In this project you will investigate the exponential distribution in R and compare it with the Central Limit Theorem. The exponential distribution can be simulated in R with rexp(n, lambda) where lambda is the rate parameter. The mean of exponential distribution is 1/lambda and the standard deviation is also 1/lambda. Set lambda = 0.2 for all of the simulations. You will investigate the distribution of averages of 40 exponentials.
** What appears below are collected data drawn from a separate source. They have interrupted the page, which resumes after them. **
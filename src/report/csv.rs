//! CSV of a run's samples: `time_ms,v_mv`, each species' current, the pump current, then every
//! other state component (gates, lagged inputs, tracked concentrations). Numbers are written
//! with Rust's `{}` for f64: the shortest form that reads back to the same value.

use std::io::{self, Write};

use crate::engine::{Model, Trace};

/// Quotes a header field when it holds a comma, quote or line break.
fn field(name: &str) -> String {
    if name.contains([',', '"', '\n', '\r']) {
        format!("\"{}\"", name.replace('"', "\"\""))
    } else {
        name.to_string()
    }
}

/// Column names, in order.
pub fn header(model: &Model, trace: &Trace) -> Vec<String> {
    let mut h = vec!["time_ms".to_string(), "v_mv".to_string()];
    h.extend(model.species_names.iter().map(|n| format!("i_ua_per_cm2:{n}")));
    if model.membrane.pump.is_some() {
        h.push("i_pump_ua_per_cm2".into());
    }
    h.extend(trace.names.iter().skip(1).cloned());
    h
}

/// Writes the header line.
pub fn write_header(w: &mut impl Write, model: &Model, trace: &Trace) -> io::Result<()> {
    let h: Vec<String> = header(model, trace).iter().map(|n| field(n)).collect();
    writeln!(w, "{}", h.join(","))
}

/// Writes every sample now held in `trace` as a row.
pub fn write_rows(w: &mut impl Write, model: &mut Model, trace: &Trace) -> io::Result<()> {
    let mut y = vec![0.0; trace.columns.len()];
    let mut currents = vec![0.0; model.species_count()];
    let has_pump = model.membrane.pump.is_some();
    for k in 0..trace.len() {
        trace.state(k, &mut y);
        let pump = model.currents_at(&y, &mut currents);
        write!(w, "{},{}", trace.t_ms[k], y[0])?;
        for c in &currents {
            write!(w, ",{c}")?;
        }
        if has_pump {
            write!(w, ",{pump}")?;
        }
        for v in &y[1..] {
            write!(w, ",{v}")?;
        }
        writeln!(w)?;
    }
    Ok(())
}

/// One trace for a traces export: its name, times and potentials.
pub struct NamedTrace<'a> {
    pub name: &'a str,
    pub t_ms: &'a [f64],
    pub v_mv: &'a [f64],
}

/// The current and kept traces as one CSV in long form (`trace,time_ms,v_mv`), so traces
/// with different sample times sit in one file. Comment lines (`#`) first record the program
/// version, the scenario title and when it was written.
pub fn traces_csv(title: &str, traces: &[NamedTrace], written: std::time::SystemTime) -> String {
    let mut o = String::new();
    o += &format!("# permeant {}\n", env!("CARGO_PKG_VERSION"));
    o += &format!("# scenario: {}\n", title.replace(['\n', '\r'], " "));
    o += &format!("# written: {}\n", humantime::format_rfc3339_seconds(written));
    o += "trace,time_ms,v_mv\n";
    for t in traces {
        let name = field(t.name);
        for (time, v) in t.t_ms.iter().zip(t.v_mv) {
            o += &format!("{name},{time},{v}\n");
        }
    }
    o
}

#[cfg(test)]
mod tests {
    use super::*;

    #[test]
    fn traces_csv_has_its_header_and_one_row_per_sample() {
        let when = std::time::UNIX_EPOCH + std::time::Duration::from_secs(1_800_000_000);
        let text = traces_csv(
            "Raised bath",
            &[
                NamedTrace {
                    name: "now",
                    t_ms: &[0.0, 0.5],
                    v_mv: &[-70.0, -69.5],
                },
                NamedTrace {
                    name: "with, comma",
                    t_ms: &[0.0],
                    v_mv: &[-60.25],
                },
            ],
            when,
        );
        let lines: Vec<&str> = text.lines().collect();
        assert_eq!(lines[0], format!("# permeant {}", env!("CARGO_PKG_VERSION")));
        assert_eq!(lines[1], "# scenario: Raised bath");
        // 1.8e9 s after the epoch is 2027-01-15T08:00:00Z (humantime, checked by hand).
        assert_eq!(lines[2], "# written: 2027-01-15T08:00:00Z");
        assert_eq!(lines[3], "trace,time_ms,v_mv");
        assert_eq!(
            &lines[4..],
            ["now,0,-70", "now,0.5,-69.5", "\"with, comma\",0,-60.25"]
        );
    }
}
Note that you will need to do a thousand simulations.

Simulation

lambda<-.2
nSample=40
nSimulation=1000
hist(rexp(1000, lambda))

data = NULL
for (i in 1 : nSimulation) data = c(data, mean(rexp(nSample, lambda)))
hist(data)

Sample Mean versus Theoretical Mean

sample_mean <- mean(data)
theory_mean <- 1/lambda
print(sample_mean)
## [1] 4.984811
print(theory_mean)
## [1] 5

Sample Variance versus Theoretical Variance

sample_var <- var(data)
theory_sd <- (1/lambda)/sqrt(nSample)
theory_var<-theory_sd^2
print(sample_var)
## [1] 0.6178577
print(theory_var)
## [1] 0.625

Distribution

How one can tell the distribution is approximately normal?

library(ggplot2)
data<-data.frame(data)
g<-ggplot(data, aes(x=data))+geom_histogram(aes(y = ..density..))+stat_function(fun=dnorm,args=list( mean=mean(data$data), sd=sd(data$data)),color="blue")
print(g)
## stat_bin: binwidth defaulted to range/30. Use 'binwidth = x' to adjust this.